ENTRIES PROVIDED section start

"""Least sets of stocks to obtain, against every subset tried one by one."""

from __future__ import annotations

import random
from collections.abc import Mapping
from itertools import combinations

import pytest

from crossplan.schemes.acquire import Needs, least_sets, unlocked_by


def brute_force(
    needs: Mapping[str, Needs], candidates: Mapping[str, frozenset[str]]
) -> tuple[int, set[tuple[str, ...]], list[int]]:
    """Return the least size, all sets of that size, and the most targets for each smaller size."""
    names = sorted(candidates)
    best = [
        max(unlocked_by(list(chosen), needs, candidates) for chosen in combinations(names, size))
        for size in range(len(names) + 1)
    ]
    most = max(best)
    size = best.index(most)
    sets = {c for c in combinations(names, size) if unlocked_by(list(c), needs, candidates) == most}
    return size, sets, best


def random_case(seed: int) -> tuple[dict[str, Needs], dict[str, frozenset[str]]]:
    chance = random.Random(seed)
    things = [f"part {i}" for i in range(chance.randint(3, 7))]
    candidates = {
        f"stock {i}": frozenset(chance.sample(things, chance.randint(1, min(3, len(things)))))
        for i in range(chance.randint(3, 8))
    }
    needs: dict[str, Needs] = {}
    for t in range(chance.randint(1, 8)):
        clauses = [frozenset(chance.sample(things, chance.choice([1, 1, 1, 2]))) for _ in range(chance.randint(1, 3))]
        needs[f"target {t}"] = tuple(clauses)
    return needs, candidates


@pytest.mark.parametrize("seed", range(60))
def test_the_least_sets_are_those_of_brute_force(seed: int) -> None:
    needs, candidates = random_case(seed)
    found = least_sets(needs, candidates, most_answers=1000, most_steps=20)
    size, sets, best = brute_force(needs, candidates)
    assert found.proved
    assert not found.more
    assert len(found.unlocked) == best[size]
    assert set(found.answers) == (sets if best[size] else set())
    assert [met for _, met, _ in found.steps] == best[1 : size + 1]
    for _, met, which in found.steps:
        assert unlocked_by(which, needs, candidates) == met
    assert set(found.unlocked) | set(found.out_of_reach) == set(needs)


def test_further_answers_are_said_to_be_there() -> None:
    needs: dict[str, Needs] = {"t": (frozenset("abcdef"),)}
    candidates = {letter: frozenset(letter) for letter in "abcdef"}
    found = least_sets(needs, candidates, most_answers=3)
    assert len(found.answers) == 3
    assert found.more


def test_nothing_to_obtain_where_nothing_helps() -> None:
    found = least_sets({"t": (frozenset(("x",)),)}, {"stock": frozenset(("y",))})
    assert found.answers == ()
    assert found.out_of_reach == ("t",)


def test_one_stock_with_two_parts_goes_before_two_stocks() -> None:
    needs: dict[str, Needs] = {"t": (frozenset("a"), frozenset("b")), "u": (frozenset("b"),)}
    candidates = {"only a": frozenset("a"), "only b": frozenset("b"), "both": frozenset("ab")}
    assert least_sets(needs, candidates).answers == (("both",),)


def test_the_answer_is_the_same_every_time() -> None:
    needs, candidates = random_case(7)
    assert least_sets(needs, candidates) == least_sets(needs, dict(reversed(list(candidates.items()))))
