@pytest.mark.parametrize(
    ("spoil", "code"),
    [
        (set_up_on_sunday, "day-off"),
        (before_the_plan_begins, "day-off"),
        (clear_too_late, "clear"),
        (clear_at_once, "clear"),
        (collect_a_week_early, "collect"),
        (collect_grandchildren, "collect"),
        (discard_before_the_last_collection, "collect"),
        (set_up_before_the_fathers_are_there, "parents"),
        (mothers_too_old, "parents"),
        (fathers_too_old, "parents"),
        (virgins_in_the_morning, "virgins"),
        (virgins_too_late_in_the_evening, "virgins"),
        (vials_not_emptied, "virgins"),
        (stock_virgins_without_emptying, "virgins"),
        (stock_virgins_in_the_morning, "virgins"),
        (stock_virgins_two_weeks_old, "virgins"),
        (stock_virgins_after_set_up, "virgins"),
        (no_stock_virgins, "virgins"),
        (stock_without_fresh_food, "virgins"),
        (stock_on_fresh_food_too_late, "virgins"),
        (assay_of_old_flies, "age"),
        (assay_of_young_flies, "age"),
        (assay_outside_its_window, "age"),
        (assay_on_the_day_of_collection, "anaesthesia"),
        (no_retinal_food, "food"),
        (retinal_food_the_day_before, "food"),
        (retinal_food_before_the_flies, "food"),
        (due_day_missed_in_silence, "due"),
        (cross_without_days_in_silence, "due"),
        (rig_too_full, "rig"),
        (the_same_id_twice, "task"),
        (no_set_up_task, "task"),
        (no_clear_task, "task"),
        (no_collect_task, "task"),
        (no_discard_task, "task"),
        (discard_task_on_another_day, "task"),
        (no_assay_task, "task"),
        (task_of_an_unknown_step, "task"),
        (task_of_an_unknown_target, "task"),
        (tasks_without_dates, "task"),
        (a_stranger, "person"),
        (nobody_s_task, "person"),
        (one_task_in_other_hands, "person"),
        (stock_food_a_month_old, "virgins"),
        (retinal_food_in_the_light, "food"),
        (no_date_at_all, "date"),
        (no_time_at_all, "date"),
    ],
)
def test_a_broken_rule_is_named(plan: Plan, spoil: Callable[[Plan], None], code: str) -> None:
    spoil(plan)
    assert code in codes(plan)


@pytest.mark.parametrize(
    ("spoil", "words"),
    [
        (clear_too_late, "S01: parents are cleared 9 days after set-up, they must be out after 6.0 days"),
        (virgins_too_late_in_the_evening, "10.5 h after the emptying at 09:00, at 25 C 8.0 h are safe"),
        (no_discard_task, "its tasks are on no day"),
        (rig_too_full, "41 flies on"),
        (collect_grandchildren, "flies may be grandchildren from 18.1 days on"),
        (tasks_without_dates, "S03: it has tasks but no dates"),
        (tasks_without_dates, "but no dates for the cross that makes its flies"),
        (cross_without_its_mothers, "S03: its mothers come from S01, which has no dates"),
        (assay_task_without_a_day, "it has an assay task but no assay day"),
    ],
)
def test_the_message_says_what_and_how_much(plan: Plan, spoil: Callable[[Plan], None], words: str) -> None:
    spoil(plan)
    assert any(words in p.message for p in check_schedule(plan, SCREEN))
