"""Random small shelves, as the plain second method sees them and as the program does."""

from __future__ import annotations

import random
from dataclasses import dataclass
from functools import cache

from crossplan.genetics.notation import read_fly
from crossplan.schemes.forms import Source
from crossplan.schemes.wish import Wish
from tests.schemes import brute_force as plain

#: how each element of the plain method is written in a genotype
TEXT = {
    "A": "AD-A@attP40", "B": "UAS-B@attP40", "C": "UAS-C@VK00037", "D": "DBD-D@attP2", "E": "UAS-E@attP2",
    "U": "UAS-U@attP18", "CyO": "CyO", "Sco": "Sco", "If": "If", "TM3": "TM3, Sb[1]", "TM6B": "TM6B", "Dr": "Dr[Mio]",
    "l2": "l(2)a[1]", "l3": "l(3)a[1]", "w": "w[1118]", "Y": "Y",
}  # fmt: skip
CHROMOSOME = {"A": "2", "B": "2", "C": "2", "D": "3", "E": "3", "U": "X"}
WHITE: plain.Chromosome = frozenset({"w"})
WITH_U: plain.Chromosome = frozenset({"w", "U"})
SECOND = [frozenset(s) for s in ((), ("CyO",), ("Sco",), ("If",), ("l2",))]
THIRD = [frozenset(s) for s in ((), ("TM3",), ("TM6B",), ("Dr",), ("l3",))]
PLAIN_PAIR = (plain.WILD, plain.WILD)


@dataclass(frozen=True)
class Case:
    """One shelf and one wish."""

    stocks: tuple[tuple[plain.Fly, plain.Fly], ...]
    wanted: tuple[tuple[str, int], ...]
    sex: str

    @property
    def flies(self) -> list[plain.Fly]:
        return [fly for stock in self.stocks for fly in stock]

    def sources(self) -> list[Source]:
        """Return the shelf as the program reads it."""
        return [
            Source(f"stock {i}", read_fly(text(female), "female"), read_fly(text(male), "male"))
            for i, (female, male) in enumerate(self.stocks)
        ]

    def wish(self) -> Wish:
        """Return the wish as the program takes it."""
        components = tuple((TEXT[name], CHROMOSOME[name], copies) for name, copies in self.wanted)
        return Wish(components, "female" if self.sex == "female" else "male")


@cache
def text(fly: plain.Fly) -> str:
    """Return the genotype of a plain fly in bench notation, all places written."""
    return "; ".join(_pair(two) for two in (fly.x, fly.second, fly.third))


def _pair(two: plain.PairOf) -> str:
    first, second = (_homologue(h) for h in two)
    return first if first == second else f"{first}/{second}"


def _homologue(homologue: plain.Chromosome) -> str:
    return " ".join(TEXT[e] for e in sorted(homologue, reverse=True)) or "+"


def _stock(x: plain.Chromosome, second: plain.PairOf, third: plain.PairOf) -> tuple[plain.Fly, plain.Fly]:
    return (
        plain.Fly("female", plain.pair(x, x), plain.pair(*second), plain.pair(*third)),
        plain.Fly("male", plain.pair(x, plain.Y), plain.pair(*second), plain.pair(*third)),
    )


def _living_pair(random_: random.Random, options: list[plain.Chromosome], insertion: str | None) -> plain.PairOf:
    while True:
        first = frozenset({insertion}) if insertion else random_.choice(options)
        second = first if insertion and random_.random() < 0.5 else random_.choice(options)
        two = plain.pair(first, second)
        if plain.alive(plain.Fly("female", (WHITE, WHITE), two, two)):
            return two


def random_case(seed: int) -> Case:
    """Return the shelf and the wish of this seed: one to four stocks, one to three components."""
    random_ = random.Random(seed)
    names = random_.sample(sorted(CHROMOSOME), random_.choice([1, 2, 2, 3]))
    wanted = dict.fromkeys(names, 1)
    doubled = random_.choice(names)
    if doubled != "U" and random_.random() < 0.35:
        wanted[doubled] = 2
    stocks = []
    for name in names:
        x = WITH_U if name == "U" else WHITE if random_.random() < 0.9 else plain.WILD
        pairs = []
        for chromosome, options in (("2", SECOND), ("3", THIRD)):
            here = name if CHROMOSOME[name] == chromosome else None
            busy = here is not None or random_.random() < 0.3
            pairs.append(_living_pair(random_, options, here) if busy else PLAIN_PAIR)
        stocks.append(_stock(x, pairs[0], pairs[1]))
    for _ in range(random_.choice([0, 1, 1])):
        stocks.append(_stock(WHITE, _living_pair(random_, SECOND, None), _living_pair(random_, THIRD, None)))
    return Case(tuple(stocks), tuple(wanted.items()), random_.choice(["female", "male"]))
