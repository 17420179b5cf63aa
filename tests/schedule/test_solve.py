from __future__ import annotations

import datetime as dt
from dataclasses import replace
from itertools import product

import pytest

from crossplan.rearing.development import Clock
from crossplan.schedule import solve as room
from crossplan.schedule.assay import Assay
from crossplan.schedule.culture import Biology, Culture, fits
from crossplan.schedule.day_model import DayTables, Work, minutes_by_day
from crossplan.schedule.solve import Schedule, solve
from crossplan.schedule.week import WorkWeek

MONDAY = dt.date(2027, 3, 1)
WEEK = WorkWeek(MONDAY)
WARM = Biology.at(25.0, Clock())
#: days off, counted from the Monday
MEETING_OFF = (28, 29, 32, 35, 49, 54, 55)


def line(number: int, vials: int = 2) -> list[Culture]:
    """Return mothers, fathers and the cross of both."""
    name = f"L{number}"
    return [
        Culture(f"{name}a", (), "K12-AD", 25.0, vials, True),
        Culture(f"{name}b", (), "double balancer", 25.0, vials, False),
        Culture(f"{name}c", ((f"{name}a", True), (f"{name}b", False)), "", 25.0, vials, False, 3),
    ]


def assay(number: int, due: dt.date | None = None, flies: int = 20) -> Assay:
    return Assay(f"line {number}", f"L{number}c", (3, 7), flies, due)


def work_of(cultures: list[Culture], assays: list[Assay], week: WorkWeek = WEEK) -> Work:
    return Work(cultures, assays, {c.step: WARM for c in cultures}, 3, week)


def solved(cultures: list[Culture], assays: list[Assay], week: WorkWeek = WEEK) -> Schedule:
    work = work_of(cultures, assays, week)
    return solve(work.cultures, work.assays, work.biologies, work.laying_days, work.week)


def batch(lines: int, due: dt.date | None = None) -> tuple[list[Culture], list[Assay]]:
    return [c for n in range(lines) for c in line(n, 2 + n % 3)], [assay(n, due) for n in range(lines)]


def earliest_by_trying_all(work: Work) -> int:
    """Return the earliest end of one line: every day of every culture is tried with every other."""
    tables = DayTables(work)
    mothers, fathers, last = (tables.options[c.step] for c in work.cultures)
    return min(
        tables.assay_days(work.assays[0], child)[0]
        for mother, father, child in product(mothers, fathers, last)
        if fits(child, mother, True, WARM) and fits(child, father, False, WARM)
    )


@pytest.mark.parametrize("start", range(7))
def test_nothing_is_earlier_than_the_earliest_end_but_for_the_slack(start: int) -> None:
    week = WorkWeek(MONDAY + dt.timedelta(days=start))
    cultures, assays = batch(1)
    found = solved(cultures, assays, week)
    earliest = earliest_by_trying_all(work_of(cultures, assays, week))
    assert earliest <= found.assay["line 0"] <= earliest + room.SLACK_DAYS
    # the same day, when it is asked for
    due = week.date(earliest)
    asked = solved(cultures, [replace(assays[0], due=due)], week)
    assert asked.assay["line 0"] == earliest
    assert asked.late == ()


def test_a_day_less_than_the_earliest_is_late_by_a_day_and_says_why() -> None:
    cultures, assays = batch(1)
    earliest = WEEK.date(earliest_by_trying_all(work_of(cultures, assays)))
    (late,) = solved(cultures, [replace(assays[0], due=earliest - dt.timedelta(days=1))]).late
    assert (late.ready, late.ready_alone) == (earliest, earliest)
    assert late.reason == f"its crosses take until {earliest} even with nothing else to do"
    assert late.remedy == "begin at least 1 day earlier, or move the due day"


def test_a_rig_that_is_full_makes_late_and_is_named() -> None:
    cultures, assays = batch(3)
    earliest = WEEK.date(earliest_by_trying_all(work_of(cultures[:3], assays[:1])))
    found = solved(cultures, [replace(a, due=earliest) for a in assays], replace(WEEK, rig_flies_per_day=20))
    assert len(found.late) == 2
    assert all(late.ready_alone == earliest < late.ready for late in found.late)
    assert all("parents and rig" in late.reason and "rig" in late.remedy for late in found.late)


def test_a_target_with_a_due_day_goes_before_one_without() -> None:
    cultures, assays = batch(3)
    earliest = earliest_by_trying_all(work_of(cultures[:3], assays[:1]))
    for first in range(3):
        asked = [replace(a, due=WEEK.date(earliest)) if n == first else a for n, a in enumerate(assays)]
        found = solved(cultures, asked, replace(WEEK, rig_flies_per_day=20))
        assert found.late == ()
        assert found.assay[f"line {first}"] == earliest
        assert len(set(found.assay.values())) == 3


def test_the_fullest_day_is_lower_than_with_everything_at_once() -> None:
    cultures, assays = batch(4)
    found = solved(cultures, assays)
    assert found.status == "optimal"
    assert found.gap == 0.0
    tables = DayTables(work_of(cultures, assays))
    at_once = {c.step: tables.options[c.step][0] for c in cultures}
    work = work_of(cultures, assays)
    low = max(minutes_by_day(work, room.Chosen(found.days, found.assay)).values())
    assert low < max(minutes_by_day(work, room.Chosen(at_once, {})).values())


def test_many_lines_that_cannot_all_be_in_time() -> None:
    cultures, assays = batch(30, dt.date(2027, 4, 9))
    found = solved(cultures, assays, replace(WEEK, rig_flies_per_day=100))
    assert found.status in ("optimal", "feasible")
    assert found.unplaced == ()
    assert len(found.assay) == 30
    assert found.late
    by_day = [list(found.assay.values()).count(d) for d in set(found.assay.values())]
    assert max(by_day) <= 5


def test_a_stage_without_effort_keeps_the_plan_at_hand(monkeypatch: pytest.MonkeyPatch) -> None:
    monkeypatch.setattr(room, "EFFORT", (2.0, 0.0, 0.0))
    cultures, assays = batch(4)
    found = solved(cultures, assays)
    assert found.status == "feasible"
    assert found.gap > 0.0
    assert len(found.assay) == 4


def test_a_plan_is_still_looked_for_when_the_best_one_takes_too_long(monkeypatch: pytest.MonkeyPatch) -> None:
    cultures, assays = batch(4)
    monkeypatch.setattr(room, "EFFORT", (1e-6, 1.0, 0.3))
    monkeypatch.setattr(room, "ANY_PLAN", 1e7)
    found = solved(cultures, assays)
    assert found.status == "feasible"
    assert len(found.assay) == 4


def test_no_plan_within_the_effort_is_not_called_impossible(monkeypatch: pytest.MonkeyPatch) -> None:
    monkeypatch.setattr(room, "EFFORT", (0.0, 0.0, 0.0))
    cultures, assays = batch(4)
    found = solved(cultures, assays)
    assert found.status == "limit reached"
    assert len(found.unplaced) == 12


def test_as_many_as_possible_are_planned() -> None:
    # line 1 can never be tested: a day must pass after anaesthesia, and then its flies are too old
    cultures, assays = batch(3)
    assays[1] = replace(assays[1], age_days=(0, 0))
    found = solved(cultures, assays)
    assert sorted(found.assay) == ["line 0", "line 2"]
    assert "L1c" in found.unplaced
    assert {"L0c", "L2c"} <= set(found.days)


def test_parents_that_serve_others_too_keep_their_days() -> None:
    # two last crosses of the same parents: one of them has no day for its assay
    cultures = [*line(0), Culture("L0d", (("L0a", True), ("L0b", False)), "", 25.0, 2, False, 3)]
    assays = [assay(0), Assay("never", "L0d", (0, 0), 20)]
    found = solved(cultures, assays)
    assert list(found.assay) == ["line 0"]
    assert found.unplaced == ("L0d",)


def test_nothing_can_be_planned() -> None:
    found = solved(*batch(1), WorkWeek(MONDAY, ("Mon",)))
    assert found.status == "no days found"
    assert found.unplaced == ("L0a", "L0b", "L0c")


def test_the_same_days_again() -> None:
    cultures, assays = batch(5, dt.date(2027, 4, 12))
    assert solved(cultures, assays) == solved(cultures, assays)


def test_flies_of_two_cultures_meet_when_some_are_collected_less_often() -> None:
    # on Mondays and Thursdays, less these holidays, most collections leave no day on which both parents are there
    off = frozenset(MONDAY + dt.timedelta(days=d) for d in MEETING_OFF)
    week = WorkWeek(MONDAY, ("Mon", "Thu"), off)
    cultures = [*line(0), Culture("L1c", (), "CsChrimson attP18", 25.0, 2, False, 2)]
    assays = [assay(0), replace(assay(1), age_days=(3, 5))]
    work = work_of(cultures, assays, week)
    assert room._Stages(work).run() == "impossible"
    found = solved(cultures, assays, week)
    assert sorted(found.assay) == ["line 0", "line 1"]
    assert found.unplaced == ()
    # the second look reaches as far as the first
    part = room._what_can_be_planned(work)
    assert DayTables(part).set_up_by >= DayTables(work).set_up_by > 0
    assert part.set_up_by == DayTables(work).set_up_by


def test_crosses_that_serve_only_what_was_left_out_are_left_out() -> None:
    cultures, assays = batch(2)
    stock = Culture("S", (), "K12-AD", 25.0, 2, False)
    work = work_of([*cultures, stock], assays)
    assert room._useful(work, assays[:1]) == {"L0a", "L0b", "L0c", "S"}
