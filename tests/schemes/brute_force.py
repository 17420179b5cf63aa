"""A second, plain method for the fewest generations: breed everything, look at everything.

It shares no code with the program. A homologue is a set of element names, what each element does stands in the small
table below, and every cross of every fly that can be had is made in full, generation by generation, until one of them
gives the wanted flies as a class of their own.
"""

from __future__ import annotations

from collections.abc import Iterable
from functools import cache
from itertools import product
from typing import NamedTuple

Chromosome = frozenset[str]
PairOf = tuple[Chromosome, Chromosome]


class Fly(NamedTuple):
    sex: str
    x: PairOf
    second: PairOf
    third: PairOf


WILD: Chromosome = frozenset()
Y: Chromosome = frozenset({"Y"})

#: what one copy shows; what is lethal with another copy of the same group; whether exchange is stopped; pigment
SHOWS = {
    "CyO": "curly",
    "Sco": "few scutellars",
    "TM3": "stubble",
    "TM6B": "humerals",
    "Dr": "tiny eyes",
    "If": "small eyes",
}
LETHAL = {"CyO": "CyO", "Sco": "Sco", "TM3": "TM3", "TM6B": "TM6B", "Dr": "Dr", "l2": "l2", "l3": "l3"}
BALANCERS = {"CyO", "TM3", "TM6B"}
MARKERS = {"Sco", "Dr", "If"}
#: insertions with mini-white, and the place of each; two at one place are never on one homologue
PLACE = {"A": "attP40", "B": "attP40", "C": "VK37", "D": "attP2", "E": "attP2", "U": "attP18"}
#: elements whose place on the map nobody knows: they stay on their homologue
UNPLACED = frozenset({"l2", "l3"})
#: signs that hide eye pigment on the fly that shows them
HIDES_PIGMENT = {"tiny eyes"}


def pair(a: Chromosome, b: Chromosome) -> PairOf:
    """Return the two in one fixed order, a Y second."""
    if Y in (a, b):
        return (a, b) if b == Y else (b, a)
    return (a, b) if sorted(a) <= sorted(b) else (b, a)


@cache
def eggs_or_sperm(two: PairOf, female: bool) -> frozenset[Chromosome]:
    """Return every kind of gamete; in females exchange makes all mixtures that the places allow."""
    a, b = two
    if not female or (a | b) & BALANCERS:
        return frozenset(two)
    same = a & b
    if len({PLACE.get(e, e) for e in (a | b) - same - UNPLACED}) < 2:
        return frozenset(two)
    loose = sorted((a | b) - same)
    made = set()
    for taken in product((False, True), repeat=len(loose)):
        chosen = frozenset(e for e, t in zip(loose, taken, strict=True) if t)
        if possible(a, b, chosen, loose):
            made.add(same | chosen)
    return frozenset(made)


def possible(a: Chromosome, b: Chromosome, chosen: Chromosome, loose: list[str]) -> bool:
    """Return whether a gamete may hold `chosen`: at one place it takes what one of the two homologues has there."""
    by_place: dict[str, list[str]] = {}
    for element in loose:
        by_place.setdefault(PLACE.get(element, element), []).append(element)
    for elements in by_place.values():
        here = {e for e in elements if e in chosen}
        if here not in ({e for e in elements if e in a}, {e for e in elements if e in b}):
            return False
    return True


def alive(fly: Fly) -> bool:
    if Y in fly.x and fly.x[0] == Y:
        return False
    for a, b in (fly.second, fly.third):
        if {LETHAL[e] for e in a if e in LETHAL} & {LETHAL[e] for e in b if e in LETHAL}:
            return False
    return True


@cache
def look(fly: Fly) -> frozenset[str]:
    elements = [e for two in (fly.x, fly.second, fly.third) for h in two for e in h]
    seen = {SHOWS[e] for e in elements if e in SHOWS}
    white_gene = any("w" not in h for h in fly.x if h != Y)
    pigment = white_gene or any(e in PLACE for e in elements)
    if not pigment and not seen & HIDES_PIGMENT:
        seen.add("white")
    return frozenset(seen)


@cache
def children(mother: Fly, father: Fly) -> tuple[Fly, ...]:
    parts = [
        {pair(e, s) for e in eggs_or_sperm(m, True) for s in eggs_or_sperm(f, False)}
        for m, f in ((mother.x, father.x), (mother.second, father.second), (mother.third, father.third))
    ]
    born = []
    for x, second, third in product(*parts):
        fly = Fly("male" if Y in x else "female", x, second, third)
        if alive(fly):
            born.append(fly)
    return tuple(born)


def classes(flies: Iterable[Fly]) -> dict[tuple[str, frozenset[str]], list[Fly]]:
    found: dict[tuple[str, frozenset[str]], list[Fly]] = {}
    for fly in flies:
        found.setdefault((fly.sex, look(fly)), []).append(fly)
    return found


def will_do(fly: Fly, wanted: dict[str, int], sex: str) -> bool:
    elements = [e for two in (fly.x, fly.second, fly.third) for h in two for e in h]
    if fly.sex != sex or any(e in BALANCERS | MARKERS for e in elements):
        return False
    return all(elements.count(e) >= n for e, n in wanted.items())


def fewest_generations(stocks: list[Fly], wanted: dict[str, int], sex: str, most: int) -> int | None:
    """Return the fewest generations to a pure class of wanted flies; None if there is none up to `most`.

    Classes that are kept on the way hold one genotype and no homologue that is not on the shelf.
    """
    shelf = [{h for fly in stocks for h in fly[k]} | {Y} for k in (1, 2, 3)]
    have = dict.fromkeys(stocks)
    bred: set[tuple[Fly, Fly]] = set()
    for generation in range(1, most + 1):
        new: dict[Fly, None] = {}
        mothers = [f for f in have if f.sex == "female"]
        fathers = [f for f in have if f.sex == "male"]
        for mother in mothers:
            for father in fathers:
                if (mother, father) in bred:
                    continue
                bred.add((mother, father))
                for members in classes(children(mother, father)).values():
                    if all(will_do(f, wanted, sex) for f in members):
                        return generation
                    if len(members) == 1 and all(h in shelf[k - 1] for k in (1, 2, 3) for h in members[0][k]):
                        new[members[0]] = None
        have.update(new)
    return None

ENTRIES PROVIDED section end

Begin with the first line of the data above and, please, print each line exactly until you have printed the line containing "max(unlocked_by(list(chosen), needs, candidates)"; print nothing else.

**EXERCISE OUTPUT**
"""Least sets of stocks to obtain, against every subset tried one by one."""

from __future__ import annotations

import random
from collections.abc import Mapping
from itertools import combinations

import pytest

from crossplan.schemes.acquire import Needs, least_sets, unlocked_by


def brute_force(
    needs: Mapping[str, Needs], candidates: Mapping[str, frozenset[str]]
) -> tuple[int, set[tuple[str, ...]], list[int]]:
    """Return the least size, all sets of that size, and the most targets for each smaller size."""
    names = sorted(candidates)
    best = [
        max(unlocked_by(list(chosen), needs, candidates) for chosen in combinations(names, size))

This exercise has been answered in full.